For coverage purposes, “full time” generally means that the employee works or is entitled to be paid for an average of 30 hours per week, or 130 hours per month. The final IRS rules allow an employer to use either the look-back measurement method or the monthly measurement method for determining if an employee meets the full-time criteria.

The optional monthly measurement period determines full-time status on a month-to-month, real-time basis. Under the look-back method, determinations are based on hours worked during a prior measurement period of three to 12 months, with a subsequent administrative period up to 90 days before required coverage must begin for a corresponding period. 

The longer period you use to average, the longer the subsequent period of offered coverage has to be. For the 2015 transition period, you can use a six-month look-back period during 2014 (beginning no later than July 1, 2014) and still have a coverage period of 12 months during 2015. 

How will any ACA penalty be calculated?

To avoid penalties under the ACA in 2015, you must offer minimum essential coverage to at least 70 percent of your full-time employees and their dependent children under age 26 (offering coverage to spouses is not required) to avoid a $2,000 per year penalty for every full-time employee (less an allowed offset for 80 employees) (the “A Penalty”). For 2016, the 80-employee offset for calculating the penalty decreases to 30.

If you offer minimum essential health coverage to 70 percent of your full-time employees and their dependents (and thereby avoid the A Penalty) in 2015, but the coverage you offer is either not “affordable” or of “minimum value,” as defined under the ACA, then you must pay $3,000 per year for each full-time employee who gets subsidized health insurance from a health insurance exchange (the “B Penalty”). You will never pay more under the B Penalty than you would have paid under the A Penalty.

In the case of penalties, all employers in the same tax “controlled group” are not aggregated; each employer is liable for its own penalty. These penalties can represent a significant tax liability for your seniors housing business, particularly in 2016 when the percentage of full-time employees who have to be offered coverage increases significantly (from 70 percent to 95 percent). 

If you are attempting to avoid the penalties (or at least the A Penalty), determining whether or not 95 percent of your full-time employees (as defined by the ACA) and dependents will be eligible for your healthcare program will be a critical task during 2015.

Can temporary employees reduce the risk of penalties? 

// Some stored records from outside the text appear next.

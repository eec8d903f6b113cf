"""The one property group that the add-on gives to objects."""

from contextlib import contextmanager

import bpy

from . import names
from .result import PieceRow, ResultGroup
from .wishes import WishesGroup


class ObjectGroup(bpy.types.PropertyGroup):
    """Wishes and result of one form."""

    wishes: bpy.props.PointerProperty(type=WishesGroup)
    result: bpy.props.PointerProperty(type=ResultGroup)
    is_copy: bpy.props.BoolProperty(description="This is a covered copy, made from a form")


CLASSES = (WishesGroup, PieceRow, ResultGroup, ObjectGroup)


def register():
    """Give objects the group."""
    for each in CLASSES:
        bpy.utils.register_class(each)
    setattr(bpy.types.Object, names.PROPERTY, bpy.props.PointerProperty(type=ObjectGroup))


def unregister():
    """Take the group away; what is stored in files stays there."""
    delattr(bpy.types.Object, names.PROPERTY)
    for each in reversed(CLASSES):
        bpy.utils.unregister_class(each)


@contextmanager
def there():
    """The group for as long as the command line needs it; the installed extension has given it already."""
    missing = not hasattr(bpy.types.Object, names.PROPERTY)
    if missing:
        register()
    try:
        yield
    finally:
        if missing:
            unregister()  # left to the end of the process it would hang there
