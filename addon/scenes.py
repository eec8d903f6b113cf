"""Brings the files named on the command line into the host, and finds the forms in its scene."""

from pathlib import Path

import bpy

from . import target


class WrongUse(Exception):
    """The command line asks for something that cannot be, as a sentence."""


IMPORTERS = {".obj": "obj_import", ".ply": "ply_import", ".stl": "stl_import"}


def sort(files):
    """(blend files, other files) as Paths. Raises WrongUse on a file that is missing or of no kind the host can read."""
    paths = [Path(file) for file in files]
    for path in paths:
        if not path.is_file():
            raise WrongUse(f"{path}: there is no such file.")
        if path.suffix.lower() not in (".blend", *IMPORTERS):
            raise WrongUse(f"{path}: this kind of file cannot be read; give .blend, {', '.join(IMPORTERS)}.")
    blends = [path for path in paths if path.suffix.lower() == ".blend"]
    return blends, [path for path in paths if path not in blends]


def open_blend(path):
    """Open a .blend in place of the scene."""
    try:
        bpy.ops.wm.open_mainfile(filepath=str(path.absolute()), load_ui=False)
    except RuntimeError as error:
        raise WrongUse(f"{path}: cannot be opened ({str(error).strip()}).") from error


def empty():
    """Clear the scene of what the host starts with."""
    for thing in list(bpy.data.objects):
        bpy.data.objects.remove(thing)


def bring_in(path):
    """Import a file into the scene; returns its new objects. Raises WrongUse."""
    before = set(bpy.data.objects)
    try:
        getattr(bpy.ops.wm, IMPORTERS[path.suffix.lower()])(filepath=str(path.absolute()))
    except RuntimeError as error:
        raise WrongUse(f"{path}: cannot be read ({str(error).strip()}).") from error
    new = [thing for thing in bpy.data.objects if thing not in before]
    if not new:
        raise WrongUse(f"{path}: holds no objects.")
    return new


def forms():
    """The forms of the scene that can be seen, in the order of their names."""
    return in_order(thing for thing in bpy.context.scene.objects if target.is_form(thing) and thing.visible_get())


def in_order(things):
    """Objects by name."""
    return sorted(things, key=lambda thing: thing.name)
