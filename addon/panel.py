"""The sidebar tab: form, wishes, the button, and how each piece fits."""

import bpy

from . import names, target
from .operators import cover

FIT_ICONS = {"fits": "CHECKMARK", "tight": "ERROR", "strained": "CANCEL"}


class _Tab:
    bl_space_type = "VIEW_3D"
    bl_region_type = "UI"
    bl_category = names.TAB


def _form(context):
    """The form that the panel speaks of: the active object, or None."""
    thing = context.object
    return thing if thing is not None and target.is_form(thing) else None


class SEAMWRIGHT_PT_form(_Tab, bpy.types.Panel):
    """Which form, and the button."""

    bl_idname = names.FORM_PANEL
    bl_label = "Form"

    def draw(self, context):
        """Name, check, cover or progress."""
        layout = self.layout
        thing = _form(context)
        if thing is None:
            copy = context.object is not None and context.object.type == "MESH" and target.group(context.object).is_copy
            layout.label(text="This is a covered copy: select its form" if copy else "Select a mesh object with faces",
                         icon="INFO")
            return
        layout.label(text=thing.name, icon="OUTLINER_OB_MESH")
        layout.operator(names.CHECK, icon="VIEWZOOM")
        if cover.current is not None:
            layout.progress(factor=cover.current.share, text=f"{cover.current.reading.name}: {cover.current.words}")
            layout.operator(names.STOP, icon="CANCEL")


class SEAMWRIGHT_PT_wishes(_Tab, bpy.types.Panel):
    """What the maker asks for."""

    bl_idname = names.WISHES_PANEL
    bl_label = "Wishes"

    @classmethod
    def poll(cls, context):
        """With a form only."""
        return _form(context) is not None

    def draw(self, context):
        """All wishes, then the button that uses them."""
        layout, wishes = self.layout, target.group(context.object).wishes
        layout.use_property_split = True
        layout.use_property_decorate = False
        row = layout.row()
        row.active = not wishes.own_goods
        row.prop(wishes, "goods")
        layout.prop(wishes, "own_goods")
        layout.prop(wishes, "comfort")
        layout.prop(wishes, "route", expand=True)
        layout.prop(wishes, "pieces")
        layout.prop(wishes, "symmetry")
        layout.prop(wishes, "thickness_side")
        column = layout.column(heading="Thrift")
        row = column.row()
        row.prop(wishes, "choose_thrift", text="")
        field = row.row()
        field.active = wishes.choose_thrift
        field.prop(wishes, "thrift", text="")
        row = layout.row()
        row.scale_y = 1.4
        row.operator(names.COVER, icon="MOD_CLOTH")


class SEAMWRIGHT_UL_pieces(bpy.types.UIList):
    """A line a piece: name, fit in a word, stretch in percent."""

    bl_idname = names.PIECE_LIST

    def draw_item(self, context, layout, data, item, icon, active_data, active_propname):
        """One piece."""
        row = layout.split(factor=0.3)
        row.label(text=item.name)
        row = row.split(factor=0.45)
        row.label(text=item.fit, icon=FIT_ICONS.get(item.fit, "QUESTION"))
        row.label(text=f"{item.least:+.1f} to {item.most:+.1f} %")


class SEAMWRIGHT_PT_fit(_Tab, bpy.types.Panel):
    """How each piece fits, and the way to the sheets."""

    bl_idname = names.FIT_PANEL
    bl_label = "Fit"

    @classmethod
    def poll(cls, context):
        """With a covered form only."""
        return _form(context) is not None and len(target.group(context.object).result.pieces) > 0

    def draw(self, context):
        """Table, notes, sheets."""
        layout, result = self.layout, target.group(context.object).result
        layout.label(text=f"{len(result.pieces)} pieces of {result.goods}, {result.seam:.2f} m of seam")
        layout.template_list(names.PIECE_LIST, "", result, "pieces", result, "active", rows=min(8, len(result.pieces)))
        if result.active < len(result.pieces) and result.pieces[result.active].beyond > 0.05:
            piece = result.pieces[result.active]
            layout.label(text=f"{piece.name}: {piece.beyond:.1f} % of it beyond the goods' limits", icon="INFO")
        column = layout.column(align=True)
        for note in result.notes.split("\n") if result.notes else ():
            for line in _wrapped(note, context.region.width):
                column.label(text=line)
        layout.label(text=f"UV map: {1000 * result.across:.0f} mm across the square")
        layout.operator(names.SAVE, icon="FILE_TICK")
        layout.operator(names.CLEAR, icon="TRASH")


def _wrapped(text, width):
    import textwrap

    return textwrap.wrap(text, max(20, int(width / (7.5 * bpy.context.preferences.system.ui_scale))))


CLASSES = (SEAMWRIGHT_PT_form, SEAMWRIGHT_PT_wishes, SEAMWRIGHT_UL_pieces, SEAMWRIGHT_PT_fit)
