"""The summary of a whole run: as JSON, as a page that leads to every form's sheets, and as plain text."""

import json
from html import escape
from urllib.parse import quote

PAGE = """<!doctype html>
<html lang="en"><meta charset="utf-8"><meta name="viewport" content="width=device-width"><title>Patterns</title>
<style>body{font:16px/1.5 sans-serif;margin:2em auto;max-width:60em;padding:0 1em}table{border-collapse:collapse;width:100%}
th,td{text-align:left;padding:.4em .8em;border-bottom:1px solid #bbb;vertical-align:top}</style>
<h1>Patterns</h1>
<table><thead><tr><th>Form<th>Pattern<th>Sheets</tr></thead><tbody>
ROWS
</tbody></table></html>
"""


def write(out, result):
    """Write summary.json and index.html into the folder `out`."""
    out.mkdir(parents=True, exist_ok=True)
    (out / "summary.json").write_text(json.dumps(result, indent=2) + "\n", encoding="utf-8")
    rows = "\n".join(_row(form) for form in result["forms"])
    (out / "index.html").write_text(PAGE.replace("ROWS", rows), encoding="utf-8")


def forms_text(forms):
    """One line a form; what a check says comes a line each below it."""
    lines = []
    for form in forms:
        if "says" in form:
            lines.append(f"{form['object']}: {'can' if form['sound'] else 'cannot'} be covered")
            lines += [f"    {line}" for line in form["says"]]
        else:
            lines.append(f"{form['object']:20}  {fit_words(form)}")
    return "".join(line + "\n" for line in lines)


def goods_text(goods):
    """A table of the goods: limits comfortable/hard in percent."""
    lines = [f"{'goods':20}{'warp %':>12}{'weft %':>12}{'ease in %':>12}{'width mm':>10}"]
    for each in goods:
        pairs = ("/".join(f"{100 * value:g}" for value in each[key]) for key in ("stretch_warp", "stretch_weft", "ease_in"))
        lines.append(f"{each['name']:20}" + "".join(f"{pair:>12}" for pair in pairs) + f"{1000 * each['width']:10.0f}")
    return "".join(line + "\n" for line in lines)


def fit_words(form):
    """'4 pieces of canvas, 3.20 m of seam, none strained'; or why there are none."""
    if "error" in form:
        return form["error"]
    count = f"{form['pieces']} {'piece' if form['pieces'] == 1 else 'pieces'}"
    strained = f"strained: {', '.join(form['strained'])}" if form["strained"] else "none strained"
    return f"{count} of {form['goods']}, {form['seam_mm'] / 1000:.2f} m of seam, {strained}"


def _row(form):
    name, words = escape(form["object"]), escape(fit_words(form))
    links = " ".join(f'<a href="{quote(form["folder"] + "/" + file)}">{escape(file)}</a>' for file in form.get("files", ()))
    return f"<tr><td>{name}<td>{words}<td>{links}</tr>"
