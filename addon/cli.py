"""The command line: what may be asked for. `command` does it.

    blender -b props.blend -c seamwright cover --out out        in the application
    seamwright cover props.blend --out out                      with the host as a Python module
"""

import argparse
import json
import os
import sys

from . import command, names, properties, words
from .command import WrongUse

KINDS = ("pdf", "svg", "json", "html")
STATUSES = """exit status: 0 every form covered and no piece strained; 1 covered, but a piece is strained;
2 wrong use; 3 a form could not be covered (the others are done)"""


def main(argv):
    """Do what `argv` asks for; returns the exit status. Only the answer goes to standard output."""
    try:
        asked = parser().parse_args(argv)
        answer = _own_stdout()
        with properties.there():
            result, status = getattr(command, asked.command)(asked)
    except SystemExit as end:
        return end.code if isinstance(end.code, int) else 2
    except WrongUse as error:
        print(f"{names.COMMAND}: {error}", file=sys.stderr)
        return 2
    plain = words.of_goods(result["goods"]) if "goods" in result else words.of_forms(result["forms"])
    with os.fdopen(answer, "w", encoding="utf-8") as out:
        out.write(json.dumps(result, indent=2) + "\n" if asked.json else plain)
    return status


def parser():
    """The argparse parser of the three commands."""
    top = argparse.ArgumentParser(
        prog=names.COMMAND, description="Seams, flat pieces and cutting sheets for forms covered in sheet goods.",
        epilog=STATUSES, formatter_class=argparse.RawDescriptionHelpFormatter)
    commands = top.add_subparsers(dest="command", required=True, metavar="COMMAND")
    files = argparse.ArgumentParser(add_help=False)
    files.add_argument("files", nargs="*", metavar="FILE", help=".blend, .obj, .ply or .stl; without one, the open scene")
    files.add_argument("--object", action="append", metavar="NAME",
                       help="only this object; may be given again (default: every visible mesh object with faces)")
    answer = argparse.ArgumentParser(add_help=False)
    answer.add_argument("--json", action="store_true", help="print the summary as JSON on standard output, and nothing else")

    cover = commands.add_parser("cover", parents=[files, answer], help="cover forms and write their cutting sheets",
                                epilog=STATUSES, formatter_class=argparse.RawDescriptionHelpFormatter)
    cover.add_argument("--goods", metavar="NAME|FILE.toml", help="goods by name, or your own goods file")
    cover.add_argument("--comfort", type=float, metavar="X", help="0 at the goods' hard limits, 1 in the comfortable ones")
    cover.add_argument("--thrift", type=float, metavar="X", help="price of seams (default: the cheapest that fit are found)")
    cover.add_argument("--route", choices=("through", "edges"), help="where seams may run")
    cover.add_argument("--out", metavar="DIR", default="out", help="folder of the sheets (default: out)")
    cover.add_argument("--kinds", metavar="LIST", type=_kinds, default=KINDS,
                       help=f"kinds of sheets, with commas (default: {','.join(KINDS)})")
    cover.add_argument("--paper", choices=("roll", "a4", "letter"), default="roll", help="paper of the PDF (default: roll)")
    cover.add_argument("--workers", type=int, default=1, metavar="N", help="forms covered at the same time (default: 1)")
    cover.add_argument("--save", metavar="FILE.blend", help="write the covered scene there")
    commands.add_parser("check", parents=[files, answer], help="check forms, cover nothing")
    commands.add_parser("goods", parents=[answer], help="the goods and their limits")
    return top


def _kinds(text):
    kinds = tuple(kind.strip() for kind in text.split(",") if kind.strip())
    unknown = [kind for kind in kinds if kind not in KINDS]
    if unknown or not kinds:
        raise argparse.ArgumentTypeError(f"{text!r}: known kinds are {', '.join(KINDS)}")
    return kinds


def _own_stdout():
    """A copy of standard output for the answer alone: whatever else is printed goes to standard error from now on."""
    sys.stdout.flush()
    answer = os.dup(1)
    os.dup2(2, 1)
    return answer
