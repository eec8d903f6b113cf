"""The child process that covers one form. Started by `job.Job` as a script; knows the solver, never the host.

    python worker.py FOLDER

FOLDER holds request.json and form.npz; the worker writes pattern.pickle there, and messages, one JSON object a line, on
standard output: {"share": 0 to 1, "words": ...} on the way, {"error": sentence} or {"done": true} at the end.
It ends with its parent: standard input is kept open by the parent alone.
"""

import json
import os
import pickle
import sys
import threading
from pathlib import Path

DRAWN = ("keep_clear", "held", "shut", "only", "start")
"""Wishes that are drawn on the mesh; they come as arrays, empty where there is none."""


def wishes_of(asked, drawn=None):
    """The solver's Wishes from plain data as `WishesGroup.asked` gives it, and those DRAWN by name. Raises WishError."""
    import seamwright as sw

    plain = dict(asked)
    own = plain.pop("own_goods", None)
    plain.pop("cut_itself", None)  # where the answer goes is the host's affair
    if own:
        plain["goods"] = sw.read_goods(own)
    return sw.Wishes(**plain, **{name: values for name, values in (drawn or {}).items() if len(values)})


def say(**message):
    """One message to the parent."""
    print(json.dumps(message), flush=True)


def work(folder):
    """Cover the form in `folder`, save its sheets where asked, leave pattern.pickle."""
    request = json.loads((folder / "request.json").read_text(encoding="utf-8"))
    sys.path[:] = request["path"]
    import numpy as np
    import seamwright as sw

    try:
        with np.load(folder / "form.npz") as arrays:
            points, corners, sizes = (arrays[key] for key in ("points", "corners", "sizes"))
            drawn = {name: arrays[name] for name in DRAWN}
        faces = corners.reshape(-1, 3) if (sizes == 3).all() else np.split(corners, np.cumsum(sizes)[:-1])
        form = sw.Form(points, faces, name=request["name"])
        wishes = wishes_of(request["wishes"], drawn)
        pattern = sw.cover(form, wishes, lambda share, words: say(share=float(share), words=words))
        if request["save"]:
            pattern.save(**request["save"])
    except (sw.SeamwrightError, OSError, MemoryError) as error:
        say(error=str(error) or "The memory was used up: cover a coarser form.")
        return
    with open(folder / "pattern.pickle", "wb") as out:
        pickle.dump(pattern, out)
    say(done=True)


def _end_with_parent():
    os.read(0, 1)  # nothing is ever written there: this returns when the parent is gone
    os._exit(1)


if __name__ == "__main__":
    threading.Thread(target=_end_with_parent, daemon=True).start()
    work(Path(sys.argv[1]))
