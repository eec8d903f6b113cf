"""What the panel shows of a finished pattern, kept on the object: undone, copied and saved together with it."""

import bpy


class PieceRow(bpy.types.PropertyGroup):
    """One line of the fit table; `name` is the piece's."""

    fit: bpy.props.StringProperty()
    most: bpy.props.FloatProperty(description="Largest stretch, in percent")
    least: bpy.props.FloatProperty(description="Smallest stretch, in percent")
    beyond: bpy.props.FloatProperty(description="Share of the area beyond the goods' hard limits, in percent")


class ResultGroup(bpy.types.PropertyGroup):
    """The last pattern of a form."""

    pieces: bpy.props.CollectionProperty(type=PieceRow)
    active: bpy.props.IntProperty(name="Piece")
    goods: bpy.props.StringProperty()
    seam: bpy.props.FloatProperty(description="Length of all seams, in metres")
    notes: bpy.props.StringProperty(description="What the maker should know, one sentence a line")
    across: bpy.props.FloatProperty(description="Metres across the unit square of the UV map")
    copy: bpy.props.PointerProperty(type=bpy.types.Object, name="Covered Copy")
    path: bpy.props.StringProperty(description="The pattern's file, as long as this session lasts")


def keep(result, pattern, path, notes=()):
    """Fill `result` from the pattern whose file is `path`; `notes` are added to the pattern's own."""
    result.pieces.clear()
    for piece in pattern.pieces:
        row = result.pieces.add()
        row.name, row.fit, row.beyond = piece.name, piece.fit, 100.0 * piece.beyond
        row.most, row.least = 100.0 * piece.stretch.max(), 100.0 * piece.stretch.min()
    result.active = 0
    result.goods = pattern.goods.name
    result.seam = sum(seam.lengths[0] for seam in pattern.seams if not seam.open)
    result.notes = "\n".join([*notes, *pattern.form.mended, *pattern.notes])
    result.path = str(path)


def forget(result):
    """Empty `result`."""
    result.pieces.clear()
    for name in ("active", "goods", "seam", "notes", "across", "copy", "path"):
        result.property_unset(name)
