"""Seamwright for the host: registration only."""

import bpy

from . import cli, names, operators, overlay, panel, properties

_command = None


def register():
    """Called by the host when the extension is switched on."""
    global _command
    properties.register()
    for each in (*operators.CLASSES, *panel.CLASSES):
        bpy.utils.register_class(each)
    overlay.register()
    _command = bpy.utils.register_cli_command(names.COMMAND, cli.main)


def unregister():
    """Called when it is switched off; a form that is being covered is dropped."""
    operators.cover.drop()
    bpy.utils.unregister_cli_command(_command)
    overlay.unregister()
    for each in reversed((*operators.CLASSES, *panel.CLASSES)):
        bpy.utils.unregister_class(each)
    properties.unregister()
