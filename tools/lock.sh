#!/bin/sh
# Renews requirements/run.lock and requirements/check.lock from the two .in files beside them:
#   sh tools/lock.sh              keeps what is pinned as far as the .in files allow
#   sh tools/lock.sh --upgrade    takes the newest
# Needs uv (only for this; installing is done with pip). The locks hold a hash of every file of each release, one version
# for all Pythons from 3.11 on, and name no index.
set -eu
cd -- "$(dirname -- "$0")/../requirements"
command -v uv >/dev/null || { echo 'tools/lock.sh: uv is needed: https://docs.astral.sh/uv' >&2; exit 3; }

compile() {  # LOCK IN...
  lock=$1
  shift
  uv pip compile --quiet --universal --python-version 3.11 --fork-strategy fewest --generate-hashes --no-header \
    --no-annotate $upgrade -o "$lock" "$@"
}

upgrade=${1:-}
compile run.lock run.in
# Constrained by the first, so that what is tested is what is run.
compile check.lock run.in check.in -c run.lock
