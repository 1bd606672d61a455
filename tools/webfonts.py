"""Make the web fonts of the pages: subsets of open fonts, renamed as their licence asks, as woff2 files.

Run once when a word list brings a character that no file covers (the test of the web fonts says so):

    .venv/bin/python tools/webfonts.py

Reads the font packages of the Python environment; writes ``templates/site/fonts/*.woff2`` and the notice beside
them. Same packages, same bytes: the time stamp of each file is that of its source.
"""

from __future__ import annotations

import logging
from dataclasses import dataclass
from pathlib import Path

import fontpkg
from fontTools.subset import Options, Subsetter
from fontTools.ttLib import TTFont
from fontTools.varLib.instancer import instantiateVariableFont

INTO = Path(__file__).resolve().parent.parent / "templates" / "site" / "fonts"

# The letters of every Latin alphabet the word lists use or are likely to use soon, not the whole of Unicode's blocks.
_LATIN = (
    set(range(0x20, 0x7F))
    | set(range(0xA0, 0x180))
    | {0x0218, 0x0219, 0x021A, 0x021B}  # Romanian with comma below
    | set(map(ord, "ẀẁẂẃẄẅỲỳ"))
)
_SIGNS = set(map(ord, "‐‑–—‘’‚“”„…‹›‰−×÷·•²³½≈≤≥≠→←µμβθηπ√∫°€ \u00a0\u2009\u202f"))
_CYRILLIC = set(range(0x0400, 0x0460)) | {0x0490, 0x0491}
_ARABIC = set(range(0x0600, 0x0700)) | set(range(0x20, 0x7F)) | set(range(0xA0, 0x100)) | _SIGNS
# Where the source has no glyph of its own, a near one stands in: a narrow no-break space, a no-break hyphen.
_STAND_INS = {0x202F: (0x2009, 0x20), 0x2009: (0x20,), 0x2011: (0x2010, 0x2D), 0x2010: (0x2D,), 0x03BC: (0xB5,)}


@dataclass(frozen=True, slots=True)
class Face:
    """One file to make: from which package family, at which weight, which characters, under which name."""

    file: str
    family: str
    weight: int
    name: str
    characters: frozenset[int]


_BASIC = frozenset(range(0x20, 0x7F)) | frozenset(_SIGNS)

FACES = (
    Face("text-400", "IBM Plex Sans", 400, "Chartgen Text", frozenset(_LATIN | _SIGNS)),
    Face("narrow-500", "IBM Plex Sans Condensed", 500, "Chartgen Narrow", frozenset(_LATIN | _SIGNS)),
    Face("narrow-700", "IBM Plex Sans Condensed", 700, "Chartgen Narrow", frozenset(_LATIN | _SIGNS)),
    Face("text-400-basic", "IBM Plex Sans", 400, "Chartgen Text", _BASIC),
    Face("narrow-500-basic", "IBM Plex Sans Condensed", 500, "Chartgen Narrow", _BASIC),
    Face("narrow-700-basic", "IBM Plex Sans Condensed", 700, "Chartgen Narrow", _BASIC),
    # The condensed cut has no Cyrillic: there bold text takes the full width.
    Face("text-400-cyrillic", "IBM Plex Sans", 400, "Chartgen Text", frozenset(_CYRILLIC)),
    Face("text-700-cyrillic", "IBM Plex Sans", 700, "Chartgen Text", frozenset(_CYRILLIC)),
    Face("arabic-400", "Tajawal", 400, "Chartgen Arabic", frozenset(_ARABIC)),
    Face("arabic-700", "Tajawal", 700, "Chartgen Arabic", frozenset(_ARABIC)),
)


def source(face: Face) -> TTFont:
    """The whole font as a static instance of the face's weight at full width."""
    files = [f for f in fontpkg.family(face.family).files if f.style == "normal"]
    fixed = [f for f in files if f.weight == face.weight and not f.variable]
    chosen = fixed[0] if fixed else next(f for f in files if f.variable)
    font = TTFont(chosen.path, recalcTimestamp=False)
    if "fvar" in font:
        font = instantiateVariableFont(font, {"wght": face.weight, "wdth": 100})
    return font


def stand_in(font: TTFont) -> None:
    """Map a few spaces and hyphens to near glyphs where the font has none, so that no foreign font is called in."""
    for table in font["cmap"].tables:
        if not table.isUnicode():
            continue
        for code, near in _STAND_INS.items():
            if code not in table.cmap:
                glyph = next((table.cmap[n] for n in near if n in table.cmap), None)
                if glyph is not None:
                    table.cmap[code] = glyph


def rename(font: TTFont, face: Face) -> None:
    """Give the subset its own name, as the reserved font name in the licence asks; keep copyright and licence."""
    style = {400: "Regular", 500: "Medium", 700: "Bold"}[face.weight]
    postscript = f"{face.name.replace(' ', '')}-{style}"
    names = {1: face.name, 2: style, 3: f"{postscript}-subset", 4: f"{face.name} {style}", 6: postscript}
    table = font["name"]
    table.names = [r for r in table.names if r.nameID in (0, 13, 14) and r.platformID == 3 and r.langID == 0x409]
    for name_id, text in names.items():
        table.setName(text, name_id, 3, 1, 0x409)


def make(face: Face) -> Path:
    """Write one woff2 file; returns its path."""
    font = source(face)
    stand_in(font)
    options = Options()
    latin = ["kern", "mark", "mkmk", "ccmp", "locl", "tnum", "lnum"]
    options.layout_features = ["*"] if face.name == "Chartgen Arabic" else latin
    options.name_IDs = ["*"]
    options.notdef_outline = True
    options.hinting = False
    options.desubroutinize = True
    options.flavor = "woff2"
    cutter = Subsetter(options)
    cutter.populate(unicodes=face.characters)
    cutter.subset(font)
    rename(font, face)
    font.flavor = "woff2"
    path = INTO / f"{face.file}.woff2"
    font.save(path)
    return path


def main() -> None:
    """Make every face and print its size."""
    logging.getLogger("fontTools").setLevel(logging.ERROR)
    INTO.mkdir(parents=True, exist_ok=True)
    for face in FACES:
        path = make(face)
        print(f"{path.name}: {path.stat().st_size} bytes")


if __name__ == "__main__":
    main()
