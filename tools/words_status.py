"""Where the word lists stand: what each misses, holds too much, or has wrong.

Run from the checkout: python tools/words_status.py

Exit code 1 on a mismatch of placeholders, a text that is too long or a list that cannot be read; missing and obsolete
keys are listed, and fail the run only with --strict.
"""

from __future__ import annotations

import argparse
import sys

from chartgen.errors import MachineFault
from chartgen.language.catalogue import MASTER, WordList, available, drawn_length, placeholders, read_words


def report(words: WordList, master: WordList) -> tuple[list[str], list[str]]:
    """Lines about what is not done yet, and lines about what is wrong."""
    undone, wrong = [], []
    for key, entry in master.entries.items():
        mine = words.entries.get(key)
        if mine is None or not mine.text:
            undone.append(f"missing   {key}: {entry.english}")
        elif mine.english != entry.english:
            undone.append(f"outdated  {key}: {mine.english!r} is now {entry.english!r}")
        elif placeholders(mine.text) != placeholders(entry.english):
            wrong.append(f"braces    {key}: {mine.text!r} for {entry.english!r}")
        elif entry.max_chars and drawn_length(mine.text) > entry.max_chars:
            wrong.append(f"too long  {key}: {drawn_length(mine.text)} > {entry.max_chars} characters: {mine.text}")
    undone += [f"obsolete  {key}" for key in words.entries if key not in master.entries]
    return undone, wrong


def main() -> int:
    parser = argparse.ArgumentParser(description=__doc__)
    parser.add_argument("--strict", action="store_true", help="missing and obsolete keys fail the run too")
    strict = parser.parse_args().strict
    failed = False
    for tag in available():
        try:
            words = read_words(tag)
            undone, wrong = report(words, read_words(MASTER))
        except MachineFault as fault:
            undone, wrong = [], [fault.problem]
            words = WordList(tag=tag, entries={}, native_reader=None, back_translated=None)
        failed |= bool(wrong) or (strict and bool(undone))
        doubtful = sum(entry.doubtful is not None for entry in words.entries.values())
        sys.stdout.write(
            f"{tag}: {len(words.entries)} entries, {len(undone)} to do, {len(wrong)} wrong, {doubtful} doubtful, "
            f"native reader: {words.native_reader or 'none yet'}\n"
        )
        sys.stdout.writelines(f"  {line}\n" for line in wrong + undone)
    return 1 if failed else 0


if __name__ == "__main__":
    sys.exit(main())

For purposes of the ACA rules, to avoid the penalties you must offer coverage to 70 percent (or 95 percent in 2016) of your full-time “common law” employees. Many employers are concerned that the IRS may claim that staffing agency employees are actually their employees under the common law control test. This could create liability for the employer since the employer would not have offered coverage to those staffing agency employees. 

The IRS final ACA rules allow an employer to consider a temporary staffing agency’s offer of qualifying coverage to an employee performing services for that employer as if it had been made by the employer, but only if the employer’s fee under the staffing agency contract is higher than it would be if the employee did not enroll in health coverage. 

You may want to review your temporary staffing agency contracts to determine whether it would minimize risk if you have an option under the contract to pay an increased fee upon your request if it were necessary to avoid ACA penalties in the future. 

What new reporting obligations apply? 

In addition to the other requirements described above, the IRS recently issued new complicated reporting forms that must be completed early in 2016 for 2015 (New IRS Forms 1095-B, 1094-B, 1095-C, and 1094-C) associated with the new ACA requirements described above. 

You will want to ensure that your payroll, human resources and systems representatives begin early in 2015 to determine what changes may need to be made in order to meet these new and complex compliance and reporting obligations.